Wed, 11 Jan 2023 20:27:03 -0800 

Hi Keith,

On 12.01.2023 10:05, Keith wrote:

Could somebody take a look at this:

https://gitea.osmocom.org/cellular-infrastructure/osmo-msc/src/branch/master/src/libmsc/transaction.c#L156

where we have:

     osmo_store32be(trans->callref, lcls->gcr.cr);
    osmo_store16be(use_lac ? trans->msc_a->via_cell.lai.lac : trans->msc_a->via_cell.cell_identity, lcls->gcr.cr + 3);
I don't have any deep knowledge of the related code, but I see weird things happening in the code you're pointing to above: 

* the lcls->gcr.cr[] is only 5 octets large,
* the code stores 4 + 2 = 6 octets in that buffer.

  | 0 | 1 | 2 | 3 | 4 |
   ^^^^^^^^^^^^xxx       CallRef at &lcls->gcr.cr[0]
               ^^^^^^^   LAC/CID at &lcls->gcr.cr[3]
As can be seen, LAC/CID overwrites last octet of the CallRef. This looks like a bug to me, because we're basically loosing an essential part of the CallRef (e.g. 0x80000023 becomes 0x800000??). 
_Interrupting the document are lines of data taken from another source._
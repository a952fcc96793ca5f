package series

import (
	"testing"
	"time"
)

func TestParseDate(t *testing.T) {
	day := func(s string) time.Time { d, _ := time.Parse("2006-01-02", s); return d }
	good := []struct {
		in   string
		want Date
	}{
		{"1990", Date{Freq: Annual, Year: 1990, Sub: 1}},
		{" 2001 ", Date{Freq: Annual, Year: 2001, Sub: 1}},
		{"1990Q1", Date{Freq: Quarterly, Year: 1990, Sub: 1}},
		{"1990q4", Date{Freq: Quarterly, Year: 1990, Sub: 4}},
		{"1990-Q2", Date{Freq: Quarterly, Year: 1990, Sub: 2}},
		{"1990-q3", Date{Freq: Quarterly, Year: 1990, Sub: 3}},
		{"1990-01", Date{Freq: Monthly, Year: 1990, Sub: 1}},
		{"1990-12", Date{Freq: Monthly, Year: 1990, Sub: 12}},
		{"1990M01", Date{Freq: Monthly, Year: 1990, Sub: 1}},
		{"1990m1", Date{Freq: Monthly, Year: 1990, Sub: 1}},
		{"1990M12", Date{Freq: Monthly, Year: 1990, Sub: 12}},
		{"1990-01-31", DailyDate(day("1990-01-31"))},
		{"2000-02-29", DailyDate(day("2000-02-29"))},
	}
	for _, tc := range good {
		got, err := ParseDate(tc.in)
		if err != nil || !got.Equal(tc.want) || got.Freq != tc.want.Freq {
			t.Errorf("ParseDate(%q) = %v (%v), %v", tc.in, got, got.Freq, err)
		}
	}
	bad := []string{"", "90", "199", "19900", "1990Q0", "1990Q5", "1990Q", "1990Q11", "1990-Q",
		"1990-00", "1990-13", "1990-1", "1990M0", "1990M13", "1990M001", "1990-M01",
		"1990-01-32", "1900-02-29", "1990-1-31", "1990/01/31", "0000", "1990.5", "Q11990", "1990-01-31T00:00", "0999", "0010Q1", "0001-01-01"}
	for _, in := range bad {
		if d, err := ParseDate(in); err == nil {
			t.Errorf("ParseDate(%q) = %v, want an error", in, d)
		}
	}
	_, err := ParseDate("1990Q5")
	if want := `invalid date "1990Q5": expected a form such as 1990, 1990Q1, 1990-Q1, 1990-01, 1990M01 or 1990-01-31`; err == nil || err.Error() != want {
		t.Errorf("got %v", err)
	}
}

func TestDetectFreq(t *testing.T) {
	f, i, err := DetectFreq([]string{"1990Q1", "1990-Q2", "1991q1"})
	if err != nil || f != Quarterly || i != -1 {
		t.Errorf("got %v %d %v", f, i, err)
	}
	_, i, err = DetectFreq([]string{"1990Q1", "1990-02"})
	if err == nil || i != 1 || err.Error() != `date "1990-02" is monthly but "1990Q1" is quarterly` {
		t.Errorf("got %d %v", i, err)
	}
	if _, i, err = DetectFreq([]string{"1990", "x"}); err == nil || i != 1 {
		t.Errorf("got %d %v", i, err)
	}
	if _, _, err = DetectFreq(nil); err == nil {
		t.Error("no dates: want an error")
	}
}

func TestDateArithmetic(t *testing.T) {
	tests := []struct {
		in   string
		n    int
		want string
	}{
		{"1990Q4", 1, "1991Q1"},
		{"1990Q1", -1, "1989Q4"},
		{"1990Q1", -5, "1988Q4"},
		{"1990-12", 1, "1991-01"},
		{"1990-01", -13, "1988-12"},
		{"1990", 10, "2000"},
		{"2000-02-28", 1, "2000-02-29"},
		{"2000-03-01", -1, "2000-02-29"},
		{"1969-12-31", 1, "1970-01-01"},
		{"1000-01-01", -1, "0999-12-31"},
		{"9999-12-30", 1, "9999-12-31"},
	}
	for _, tc := range tests {
		d, _ := ParseDate(tc.in)
		if got := d.Add(tc.n).String(); got != tc.want {
			t.Errorf("%s + %d = %s, want %s", tc.in, tc.n, got, tc.want)
		}
		e := d.Add(tc.n)
		if e.Index()-d.Index() != tc.n {
			t.Errorf("%s: index difference %d", tc.in, e.Index()-d.Index())
		}
	}
	a, _ := ParseDate("1990Q1")
	b, _ := ParseDate("1990Q2")
	if !a.Before(b) || b.Before(a) || a.Compare(b) != -1 || b.Compare(a) != 1 || a.Compare(a) != 0 {
		t.Error("Compare")
	}
	u := Date{Freq: Undated, Sub: 3}
	if u.Add(2).Sub != 5 {
		t.Error("undated Add")
	}
}

// TestDailyDateDay: a daily date keeps its calendar day whatever the
// time of day or location it was made from, and Day gives it back at
// midnight UTC; equal days give equal (==) dates.
func TestDailyDateDay(t *testing.T) {
	loc := time.FixedZone("x", -11*3600)
	a := DailyDate(time.Date(1700, 3, 1, 23, 30, 0, 0, loc))
	b := DailyDate(time.Date(1700, 3, 1, 0, 0, 0, 0, time.UTC))
	if a != b || !a.Day().Equal(time.Date(1700, 3, 1, 0, 0, 0, 0, time.UTC)) || a.String() != "1700-03-01" {
		t.Errorf("DailyDate: %v %v, Day %v", a, b, a.Day())
	}
	if d := b.Add(365); d.String() != "1701-03-01" || d.Index()-b.Index() != 365 {
		t.Errorf("Add: %v", d)
	}
	if !(Date{Freq: Monthly, Year: 1990, Sub: 1}).Day().IsZero() {
		t.Error("a monthly date has a day")
	}
}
Now, If I change the order, such that would seem logical:
    osmo_store16be(use_lac ? trans->msc_a->via_cell.lai.lac : trans->msc_a->via_cell.cell_identity, lcls->gcr.cr + 3); 
     osmo_store32be(trans->callref, lcls->gcr.cr);
Then I get a different GCR, reflecting the trans->callref for each call. 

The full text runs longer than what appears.